外国参赞似乎还有话同侯爵讲,然而一时找不到合适的表达,“我需要......准备你那种什么......”
冯文昭心里十分不满,猜测这种连帝国通用语也讲不好的外交人员,大概也是被家里恩荫的二世祖,在南朝的革命党们在报纸上抨击帝国的门阀政治,然而侯爵想着所有国家大概都会走上同样的路子,他为了显得更讽刺些——多是由于苻宁,刻意睁大眼睛,满脸困惑地去望着德辛。
“好了,别说了,我刚刚和你开完笑的,你不用给他红包。”苻宁说着就要忍不住笑,这边冯文昭又叫他弄得无可奈何,“你看......”表弟还算没忘了他,让冯文昭注意到德辛手中丝绒圆盒内的金累丝嵌红宝石戒指。
“星荧璀璨,令人惊叹,不过,先生,要是革命党来了您打算把它怎么办呢?”
苻宁不理解这个笑话,对着冯文昭沉下脸来,“你在说什么啊?”
“这都没什么用,先生,跟您直说了吧,我知道是怎么回事,我妈妈只是在无情地玩弄你,等她腻味了,再多的礼物也没用,抱歉这么直白地表达,可我就是见不得别人无辜受骗,我见得多了,你们不会有结果的。”
也不知是在向谁撒气,反正冯文昭顺畅地说完了一切自己想说的,“对不起,你们得容我出去抽根烟。”
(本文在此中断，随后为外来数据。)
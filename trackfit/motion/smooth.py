"""A smooth preference: a curve of a layer's value, as wiggly as the data ask for.

    h(z) = alpha z + sum_j beta_j psi_j(z),      beta_j ~ N(0, tau^2)

The psi_j are quintic splines of z of unit roughness: sum_j beta_j^2 is the integral of h''(z)^2, so
that a normal prior on the beta_j is the usual roughness penalty (Kimeldorf & Wahba 1970, Ann. Math.
Stat. 41:495; Wood 2017, *Generalized Additive Models*, 2nd ed., ch. 5). They are the smoothest ones
(Demmler & Reinsch 1975, Numer. Math. 24:375): orthogonal to each other, to a constant and to z
itself over the values that the layer takes (with a tenth of weight on an even spread of values),
which leaves alpha the linear part.
"""

from __future__ import annotations

from dataclasses import dataclass
from functools import partial
from math import comb
from typing import NamedTuple

import jax
import jax.numpy as jnp
import numpy as np
import scipy.linalg
from jaxtyping import Array, Float
from scipy.interpolate import BSpline

from trackfit.layers.splines import JET_ORDERS, JET_ROW, Spline, TimeBracket, jet_rows, spline_jet

DEGREE = 5
"""Four continuous derivatives of h: as many as the jets of the layers have."""

INTERVALS = 12
"""Pieces of the splines; their ends are half-way between even spacing and quantiles."""

FUNCTIONS = 8
"""Functions psi_j: the smoothest of those the pieces allow."""

MARGIN = 0.03
"""A layer's spline may overshoot its nodes: the curve reaches so far (a share) beyond them."""


class Curve(NamedTuple):
    """Functions of a number (a JAX pytree).

    Attributes
    ----------
    knots
        Strictly increasing; `DEGREE` of them on either side lie beyond the values of interest.
    maps
        For each derivative d: from the B-splines of degree `DEGREE` - d to the functions'.
    """

    knots: Float[Array, " knots"]
    maps: tuple[Float[Array, "functions basis"], ...]

    @property
    def n_functions(self) -> int:
        """Number of functions."""
        return self.maps[0].shape[0]

    def values(
        self, z: Float[Array | np.ndarray, " points"]
    ) -> list[Float[Array, "functions points"]]:
        """The functions and their first four derivatives; constant beyond the outer knots.

        All degrees of B-splines come from one pass of the recursion of de Boor (1972, J. Approx.
        Theory 6:50).
        """
        t = self.knots[:, None]
        inside = jnp.clip(z, self.knots[DEGREE], self.knots[-DEGREE - 1])
        # the last piece holds its right end
        left = jnp.searchsorted(self.knots[DEGREE + 1 : -DEGREE - 1], inside, side="right")
        basis = jnp.asarray(left + DEGREE == jnp.arange(len(self.knots) - 1)[:, None], float)
        stages = [basis]
        for p in range(1, DEGREE + 1):
            n = len(self.knots) - 1 - p
            up = (inside - t[:n]) / (t[p : p + n] - t[:n])
            down = (t[p + 1 : p + 1 + n] - inside) / (t[p + 1 : p + 1 + n] - t[1 : 1 + n])
            basis = up * basis[:n] + down * basis[1 : n + 1]
            stages.append(basis)
        found = []
        for d, turn in enumerate(self.maps):
            stage = stages[DEGREE - d]
            found.append(turn @ stage[d : len(stage) - d])
        return found


def fit_curve(values: Float[np.ndarray, " n"], functions: int = FUNCTIONS) -> Curve:
    """The smoothest functions over the values that a layer takes, standardised ones (z)."""
    low, high = float(values.min()), float(values.max())
    share = np.linspace(0.0, 1.0, INTERVALS + 1)
    inner = 0.5 * (low + (high - low) * share) + 0.5 * np.quantile(values, share)
    reach = MARGIN * (high - low)
    inner[0], inner[-1] = low - reach, high + reach
    before = inner[0] - np.diff(inner)[0] * np.arange(DEGREE, 0, -1)
    after = inner[-1] + np.diff(inner)[-1] * np.arange(1, DEGREE + 1)
    knots = np.concatenate([before, inner, after])
    roughness, mass = _roughness(knots), _mass(knots, values)
    size, vectors = scipy.linalg.eigh(roughness, mass)
    # the first two, of no roughness, are a constant and z
    chosen = slice(2, 2 + functions)
    coefficients = (vectors[:, chosen] / np.sqrt(size[chosen])).T
    return Curve(jnp.asarray(knots), tuple(map(jnp.asarray, _derivatives(knots, coefficients))))


def _roughness(knots: Float[np.ndarray, " knots"]) -> Float[np.ndarray, "basis basis"]:
    """Integrals of the products of second derivatives, exact by Gauss-Legendre."""
    nodes, weights = np.polynomial.legendre.leggauss(DEGREE)
    ends = knots[DEGREE : len(knots) - DEGREE]
    half = 0.5 * np.diff(ends)[:, None]
    at = (0.5 * (ends[1:] + ends[:-1])[:, None] + half * nodes).ravel()
    count = len(knots) - DEGREE - 1
    bends = BSpline(knots, np.eye(count), DEGREE).derivative(2)(at)
    return bends.T @ ((half * weights).ravel()[:, None] * bends)


def _mass(
    knots: Float[np.ndarray, " knots"], values: Float[np.ndarray, " n"]
) -> Float[np.ndarray, "basis basis"]:
    """Mean products of the B-splines over the values, and a little of an even spread of values."""
    even = np.linspace(knots[DEGREE], knots[-DEGREE - 1], 20 * INTERVALS)
    count = len(knots) - DEGREE - 1
    parts = [BSpline(knots, np.eye(count), DEGREE)(at) for at in (values, even)]
    seen, spread = (part.T @ part / len(part) for part in parts)
    return np.asarray(0.9 * seen + 0.1 * spread)


def _derivatives(
    knots: Float[np.ndarray, " knots"], coefficients: Float[np.ndarray, "functions basis"]
) -> list[Float[np.ndarray, "functions basis"]]:
    """Coefficients of the derivatives of order 0 to 4, in B-splines of falling degree."""
    found = [coefficients]
    for d in range(1, 5):
        degree = DEGREE - d + 1
        t = knots[d - 1 : len(knots) - d + 1]
        count = coefficients.shape[1]
        width = t[degree + 1 : degree + count] - t[1:count]
        coefficients = degree * np.diff(coefficients, axis=1) / width
        found.append(coefficients)
    return found


@partial(
    jax.tree_util.register_dataclass,
    data_fields=["spline", "centre", "scale", "curve"],
    meta_fields=[],
)
@dataclass(frozen=True)
class SmoothTerm:
    """Preference for a layer by a smooth curve of z = (value - centre)/scale."""

    spline: Spline
    centre: Float[Array, ""]
    scale: Float[Array, ""]
    curve: Curve

    @property
    def n_amplitudes(self) -> int:
        """Amplitudes of the term: alpha, then the beta_j."""
        return 1 + self.curve.n_functions

    @partial(jax.jit, static_argnames="order")
    def potential_jet(
        self,
        when: TimeBracket,
        x_km: Float[Array, " points"],
        y_km: Float[Array, " points"],
        order: int,
    ) -> Float[Array, "amplitudes rows points"]:
        """Jets of z and of the psi_j(z) at points of the plane."""
        jet = spline_jet(self.spline, when, x_km, y_km, order)[0]
        z = jet.at[0].add(-self.centre) / self.scale
        bent = composed_jet(self.curve.values(z[0])[: order + 1], z)
        return jnp.concatenate([z[None], jnp.moveaxis(bent, 0, 1)])


def composed_jet(
    outer: list[Float[Array, "functions points"]], z: Float[Array, "rows points"]
) -> Float[Array, "rows functions points"]:
    """Jet of g(z(x, y)) from g's derivatives at z, order by order, and the jet of z.

    d/dx g(z) = g'(z) z_x, and the Leibniz rule gives the derivatives of that product from those of
    g'(z), one order fewer: Faa di Bruno's formula by recursion.
    """
    order = len(outer) - 1
    inner: dict[tuple[int, int], Array] = {(0, 0): outer[order]}
    for d in range(order - 1, -1, -1):
        jet = {(0, 0): outer[d]}
        for a, b in JET_ORDERS[1 : jet_rows(order - d)]:
            along = (1, 0) if a else (0, 1)
            m, n = a - along[0], b - along[1]
            jet[a, b] = sum(
                (
                    float(comb(m, i) * comb(n, j)) * inner[i, j] * z[JET_ROW[a - i, b - j]]
                    for i in range(m + 1)
                    for j in range(n + 1)
                ),
                start=jnp.zeros_like(outer[0]),
            )
        inner = jet
    return jnp.stack([inner[orders] for orders in JET_ORDERS[: jet_rows(order)]])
如果苻宁懂些事的话,此刻就该跟出来,他们买了戒指,且不止一个,现在怎么都该走了,然而他真的独自吸起烟来,透过橱窗,仍和那外国参赞坐在一处。他觉得韦芝丽现在干什么是她的自由,自己虽然是儿子也不该干涉,可苻宁总是先挑起他的火,然后必定有由可怜相给他看,于是冯文昭不得不专心于香烟,雨后的太阳一会儿就让他双目昏茫,唯有避进建筑的阴影里才寻得舒适自在,他吐出几个烟圈,又觉得喉咙干燥难受。
“号外!号外!”报童骑着自行车打旁边溜过,又很突然地掏出个扩音喇叭筒喊起来,冯文昭被吓着了,气得斥责了那矮胖男孩一句,报童翻白眼给他,继续向前骑车,“号外!号外!”反倒是越喊越来劲。